Del escritorio de Von:
Thank you so much for subscribing to La Piña! I’m grateful for your interest and support, and am excited to share even more stories in 2024. This will be the last post for the year, and focuses on a Caribbean classic—black cake. It’s a nearly pitch black fruit cake made famous in Jamaica, where it marks the Christmas season. But like so many of my favorite dishes, this one is steeped in history, and demonstrates the profound creativity and resilience of tropical island communities. A version of the cake is among the recipes in Islas: A Celebration of Tropical Cooking (out in March but available for presale!), but here I share a special, original recipe from an unexpected source.
De corazón,
Von
“… food can be not only about recipes or ingredients, or even the act of making food, but how it’s a kind of language.” —Charmaine Wilkerson, author of Black Cake
Jamaican spice cake, rum pudding, plum pudding, Christmas cake, rum cake, great cake. These are just some of the terms used to describe what is commonly known as black cake. Dense, boozy, and pitch-dark, black cake is made by steeping dried fruit—typically a blend of raisins, dried plums, dried cherries, or prunes—in a combination of rum and fruit-based brandy or, at times, Manischewitz. The super sweet kosher wine is a popular substitute in Jamaica, Trinidad and Tobago, Guyana, Haiti, and Puerto Rico and across the region, owed in part to the region’s expansive diaspora across the U.S.

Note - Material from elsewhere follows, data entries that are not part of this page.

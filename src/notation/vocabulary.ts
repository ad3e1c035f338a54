/**
 * What the words of an expression may mean: declared symbols, tensor heads, names with subscripts. Shared by the parsers
 * of Lagrangians and of scalar expressions; the caller says which symbols exist.
 */
import type { Cursor } from './cursor.js';
import { MAX_NAME } from './limits.js';
import { nearest, splitWord } from './suggest.js';
import type { Span } from './syntax.js';
import type { DeclaredTensor, TensorHead } from './theory.js';
import { clip } from './tokens.js';

export interface Vocabulary {
  /** Whether R, T, A, \epsilon, \eta, \delta are tensors (else they are names like others). */
  readonly tensors: boolean;
  /** Tensors of the user, by name. */
  readonly declared?: ReadonlyMap<string, DeclaredTensor> | undefined;
  /** Whether `?a` is an index, standing for any index of a pattern. */
  readonly patterns?: boolean;
  /** Whether D(q,n) is the n-th time derivative of q. */
  readonly jets: boolean;
  readonly isSymbol: (name: string) => boolean;
  /** Symbols to suggest for an unknown one. */
  readonly names: Iterable<string>;
  /** Why a name that is no symbol here cannot be used, when there is more to say than "unknown". */
  readonly explain?: ((name: string) => string | undefined) | undefined;
}

/** A name with its subscript: `c_1`, `c_{1}` and `\alpha_1` are single names. */
export interface JoinedName {
  readonly text: string;
  /** Tokens that it takes, the first word included. */
  readonly tokens: number;
}

/** The longest name at the cursor, whose first word reads `base`. Consumes nothing. */
export function joinName(cursor: Cursor, base: string): JoinedName {
  let text = base;
  let ahead = 1;
  let end = cursor.token.end;
  for (;;) {
    const token = cursor.peek(ahead);
    const underscore = token.kind === 'mark' && token.text === '_';
    const joins = underscore || token.kind === 'word' || token.kind === 'integer';
    // TeX allows spaces around the first underscore, and a name cannot begin its subscript without one.
    const near = token.start === end || ahead <= 2;
    if (!joins || !near || (ahead === 1 && !underscore)) break;
    text += underscore ? '_' : token.text;
    end = token.end;
    ahead++;
  }
  if (ahead > 1 && text.endsWith('_') && cursor.isMark('{', ahead)) {
    let inner = '';
    for (let n = ahead + 1; ; n++) {
      const token = cursor.peek(n);
      if (token.kind === 'mark' && token.text === '}' && inner !== '') return { text: text + inner, tokens: n + 1 };
      if (token.kind !== 'word' && token.kind !== 'integer' && token.text !== '_') return { text: base, tokens: 1 };
      inner += token.text;
    }
  }
  return { text, tokens: ahead };
}

const WORD_HEADS: ReadonlyMap<string, TensorHead> = new Map([
  ['R', 'R'],
  ['T', 'T'],
  ['A', 'A'],
]);
/** Macros that are tensors of their own, whose names a declared tensor cannot have. */
export const MACRO_HEADS: ReadonlyMap<string, TensorHead> = new Map([
  ['epsilon', 'epsilon'],
  ['varepsilon', 'epsilon'],
  ['eta', 'eta'],
  ['delta', 'delta'],
]);

/** Whether the `^` that is `ahead` tokens further on begins a power, not indices. */
export function isPowerAt(cursor: Cursor, ahead: number): boolean {
  let n = ahead + 1;
  if (cursor.isMark('{', n) || cursor.isMark('(', n)) n++;
  while (cursor.isMark('-', n) || cursor.isMark('+', n)) n++;
  return cursor.peek(n).kind === 'integer';
}

/** Whether the token `ahead` places further on is the name of a tensor, whatever follows it. */
export function isHeadAt(cursor: Cursor, ahead: number, vocabulary: Vocabulary): boolean {
  const { kind, text } = cursor.peek(ahead);
  if (kind !== 'word' && kind !== 'macro') return false;
  return (kind === 'macro' ? MACRO_HEADS : WORD_HEADS).has(text) || vocabulary.declared?.has(text) === true;
}

/** The tensor head at the cursor, if the word there is one and no declared name is meant. */
export function headAt(cursor: Cursor, name: JoinedName, vocabulary: Vocabulary): string | undefined {
  const { kind, text } = cursor.token;
  if (!vocabulary.tensors) return undefined;
  const head = (kind === 'macro' ? MACRO_HEADS : WORD_HEADS).get(text) ?? vocabulary.declared?.get(text)?.name;
  if (head === undefined) return undefined;
  const subscripted = name.tokens > 1;
  if (subscripted) return /[0-9]/.test(name.text) && vocabulary.isSymbol(name.text) ? undefined : head;
  if (kind === 'word') return head;
  // \delta alone, or with a power, is the constant delta if there is one.
  const indexed = cursor.isMark('_', 1) || (cursor.isMark('^', 1) && !isPowerAt(cursor, 1)) || cursor.isMark('{', 1);
  return indexed || !vocabulary.isSymbol(name.text) ? head : undefined;
}

/** The name that a Greek macro stands for; \varepsilon is epsilon unless `varepsilon` is a symbol. */
export function macroName(macro: string, vocabulary: Vocabulary): string {
  return macro === 'varepsilon' && !vocabulary.isSymbol(macro) ? 'epsilon' : macro;
}

/**
 * Reports a name that is no symbol here, once in a passage; stops the parsing when indices follow, which nothing could
 * read. Codes `unknown-symbol`, `unknown-tensor`, `reserved-name`.
 */
export function reportUnknown(cursor: Cursor, vocabulary: Vocabulary, name: JoinedName, span: Span): void {
  const typed = cursor.typed(span);
  const indexed = vocabulary.tensors && (cursor.isMark('_') || (cursor.isMark('^') && !isPowerAt(cursor, 0)));
  if (!indexed && !cursor.isNews(name.text)) return;
  const report = (code: string, message: string, hint: string): void => {
    if (indexed) cursor.fail(code, span, message, hint);
    cursor.report(code, span, message, hint);
  };
  const apart = runTogether(typed, vocabulary);
  const subscript = vocabulary.tensors ? /^([A-Za-z]+)\s*_\s*\{[A-Za-z\s]+\}$/.exec(typed) : null;
  const reason = vocabulary.explain?.(name.text);
  if (apart !== undefined) {
    report('unknown-symbol', `unknown symbol ${clip(name.text)}`, `did you mean ${apart}?`);
  } else if (indexed || subscript !== null) {
    const hint = tensorHint(subscript?.[1] ?? typed, vocabulary);
    report('unknown-tensor', `${typed} is not a tensor of this notation`, hint);
  } else if (reason !== undefined) {
    report('reserved-name', reason, 'choose another name');
  } else {
    const near = nearest(name.text, vocabulary.names);
    const hint =
      near === undefined ? 'declare it under constants or scales, or mend the name' : `did you mean ${near}?`;
    report('unknown-symbol', `unknown symbol ${clip(name.text)}`, hint);
  }
}

function tensorHint(base: string, vocabulary: Vocabulary): string {
  if (base === 'g') return 'indices are frame indices: write \\eta_{ab}';
  if (base === 'epsilon' || base === 'eta' || base === 'delta') return `write \\${base}`;
  const declared = [...(vocabulary.declared?.keys() ?? [])];
  const more = declared.length === 0 ? '' : `; declared are ${clip(declared.join(', '))}`;
  return `the tensors are R, T, A, \\epsilon, \\eta and \\delta${more}; others are declared under tensors`;
}

/** `c0M` as `c0 M`, `b1T_{abc}` as `b1 T_{abc}`: known words that lack a space. */
function runTogether(typed: string, vocabulary: Vocabulary): string | undefined {
  const isHead = (piece: string): boolean => WORD_HEADS.has(piece) || vocabulary.declared?.has(piece) === true;
  const known = (piece: string): boolean => vocabulary.isSymbol(piece) || (vocabulary.tensors && isHead(piece));
  const words = splitWord(typed, known);
  if (words !== undefined || !vocabulary.tensors) return words;
  for (let i = Math.min(typed.length, MAX_NAME) - 1; i > 0; i--) {
    if (!isHead(typed[i]!) || typed[i + 1] !== '_') continue;
    const before = typed.slice(0, i);
    const apart = vocabulary.isSymbol(before) ? before : splitWord(before, known);
    if (apart !== undefined) return `${apart} ${typed.slice(i)}`;
  }
  return undefined;
}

The name is as much a reference to the color of the cake as to the proud hands that have baked it throughout Caribbean households since the 18th century. With its use of alcohol-soaked fruit and consumption during Christmas time, black cake is believed to have emerged following British colonization and was inspired by recipes for other English classics including plum pudding and fruit cake. The dessert is so meaningful and ubiquitous to Caribbean culture, it features as the subject of a new, popular Hulu series, also called Black Cake, which is based on Charmaine Wilkerson’s brilliant book by the same name.
This importance is why I included Brigid Washington’s recipe for black cake in Islas. Her recipe is time-tested and requires precision and patience. Brigid prepares hers every Christmas in the manner similar to three matriarchs that came before her, a tradition she’s passing down to her own daughter, Noelle.
I’ve tasted several variations on this cake over the years, some quite moist like a British pudding, others denser like a flourless cake. The signature color and flavor of black cake comes from the browning, an ingredient made by caramelizing sugar until it’s a deep, dark brown. But don’t get this confused with premade, bottled “browning” you can find in stores or online, which is more often a dark savory starter used for gravies and stews. The flavor of this browning is similar to molasses, an ingredient often used as a substitute. And so when I was invited to be the guest chef for a Garden & Gun Magazine event—at the Gasparilla Inn at the beginning of the holiday season—I knew I had to include it in my all-Islas menu.
For starters, mini keshi yena (the Curaçaoan stuffed cheese dish dating back to Dutch colonization), then Fijian baby lamb chops atop crunchy Indonesian asinan fruit pickle. The mains included Aruban coconut rice, Puerto Rican grilled churrasco steak with Wasakaka chimichurri, and grilled red snapper filets marinated in a masalé curry from the Seychelles. And for dessert, black cake.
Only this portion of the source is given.